環境と経済が一つになる世界へ スタートアップ・次世代・地域の視点
気候変動分野を中心とした環境金融で長年ご活躍されてきた三菱 UFJ リサーチ&コンサルティング株式会社 フェロー(サステナビリティ)の吉高まりさんに、IISEソートリーダーシップ推進部のメンバーがお話を伺いました。吉高さんは、三菱UFJモルガン・スタンレー証券における排出量取引ビジネスの立ち上げなどのご活動をしてきました。現在は政府、自治体、企業など多様なセクターに向けてサステナブル経営・ファイナンスのアドバイスをされています。東京大学や慶應義塾大学で教鞭も取られています。
環境影響を考慮した経済活動が当たり前に
——吉高さんの最近の活動について教えてください。
吉高:企業へのアドバイザーや、政府の有識者委員として様々な活動をしています。最近はカーボン・クレジットのほか、TNFD(自然関連財務情報開示タスクフォース)との関連でも注目されている農業や、Nature-based Solutions(自然を基盤とした解決策)のようなテーマに関わることも増えています。環境省「脱炭素先行地域評価委員会委員」として、日本全国の地域を訪問する機会も多いです。

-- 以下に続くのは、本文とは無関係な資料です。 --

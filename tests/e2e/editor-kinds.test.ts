/**
 * Every part kind of the registry (shared/linkage/kinds + editor/nodes/kinds) can be dragged from the parts
 * tray onto the canvas in a real browser: the tray lists each kind with its name and hint, and each drop
 * draws a card of that kind with its name, its key-number lines and one handle per port, and is saved.
 */
import { afterAll, beforeAll, describe, expect, it } from "vitest";
import type { Browser, Page } from "playwright-core";
import { launchBrowser, shot, signInPage } from "../support/browser";
import { dropPart, waitSaved } from "../support/editor-page";
import { DEMO_BUILD, DEMO_USERS } from "@/db/demo-accounts";
import { KIND_LIST, PORTS } from "@/shared/linkage/kinds";

let browser: Browser;
let page: Page;
const errors: string[] = [];

beforeAll(async () => {
  browser = await launchBrowser();
  page = await (await browser.newContext({ viewport: { width: 1600, height: 1000 } })).newPage();
  page.on("pageerror", (e) => errors.push(String(e)));
});
afterAll(() => browser?.close());

describe("each registered part kind in the editor", () => {
  it("is in the tray, drops onto the canvas as its own card with its ports, and is saved", async () => {
    const dana = DEMO_USERS[0];
    await signInPage(page, dana.email, dana.password);
    await page.getByTestId("build-card").filter({ has: page.getByTestId("build-name").getByText(DEMO_BUILD.name, { exact: true }) }).click();
    await page.waitForURL(/\/builds\/[0-9a-f-]{36}$/);
    const name = `Every kind ${Date.now().toString(36)}`;
    await page.getByTestId("new-linkage").click();
    await page.getByTestId("linkage-name").fill(name);
    await page.getByTestId("create-linkage").click();
    const row = page.getByTestId("linkage-row").filter({ hasText: name });
    await row.waitFor();
    await row.getByRole("link", { name }).click();
    await page.getByTestId("linkage-editor").waitFor({ timeout: 60_000 });

    const canvas = page.getByTestId("canvas");
    const box = (await canvas.boundingBox())!;
    const cols = 4;
    for (let i = 0; i < KIND_LIST.length; i++) {
      const { kind, name: kindName, hint } = KIND_LIST[i];
      const tray = page.getByTestId(`tray-${kind}`);
      await expect(tray.textContent()).resolves.toBe(`${kindName}${hint}`);
      const x = 110 + (i % cols) * Math.min(210, (box.width - 200) / (cols - 1));
      const y = 90 + Math.floor(i / cols) * 170;
      const id = await dropPart(page, kind, x, y);
      const card = page.getByTestId(`node-${id}`);
      await expect(card.getAttribute("data-kind")).resolves.toBe(kind);
      await expect(card.textContent()).resolves.toContain(kindName);
      for (const port of PORTS[kind]) await expect(page.getByTestId(`port-${id}-${port}`).count()).resolves.toBe(1);
      await expect(card.locator(".react-flow__handle").count()).resolves.toBe(PORTS[kind].length);
    }
    await waitSaved(page);
    await shot(page, "editor-kinds-every-kind");
    // Reloaded, the saved linkage still holds one part of every kind.
    await page.reload();
    await page.getByTestId("linkage-editor").waitFor({ timeout: 60_000 });
    const kinds = await page.locator("[data-kind]").evaluateAll((els) => els.map((e) => e.getAttribute("data-kind")));
    expect([...new Set(kinds)].sort()).toEqual(KIND_LIST.map((d) => d.kind).sort());
    expect(errors).toEqual([]);
  }, 180_000); // 18 kinds dropped one by one: 24 s alone, several times that on the shared 2-core machine
});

——東京証券取引所でカーボン・クレジット市場が開設されました。一方、キャップアンドトレードのように排出削減を義務化しないと、なかなか市場が活性化しないように感じます。カーボンプライシングやカーボン・クレジットの今後の方向性について、どのように考えていますか。
吉高:国内と海外では、カーボン・クレジットに対しての目線にギャップがあると感じています。世界ではカーボン・クレジットに関連したスタートアップが多いですが、日本では地球温暖化対策としては劣後した位置づけとされていると感じます。
日本人は市場メカニズムに慣れていないので、キャップアンドトレードの導入はまだハードルがありそうです。今はカーボン・クレジットの値付けをどうしていくのかを見定めている状況だと思います。
日本企業は自主的な制度を好む傾向にあります。2023年度からGXリーグへの参加企業が自主的に目標設定をして、達成状況を公開する仕組みができました。自主的参加型の排出量取引制度(GX-ETS)も創設されました。2033年度頃には発電部門に対して排出枠の有償オークション制度が実施される予定です。それに合わせて今後義務化の議論もおこなわれる可能性はありますが、制度設計に時間はかかると思います。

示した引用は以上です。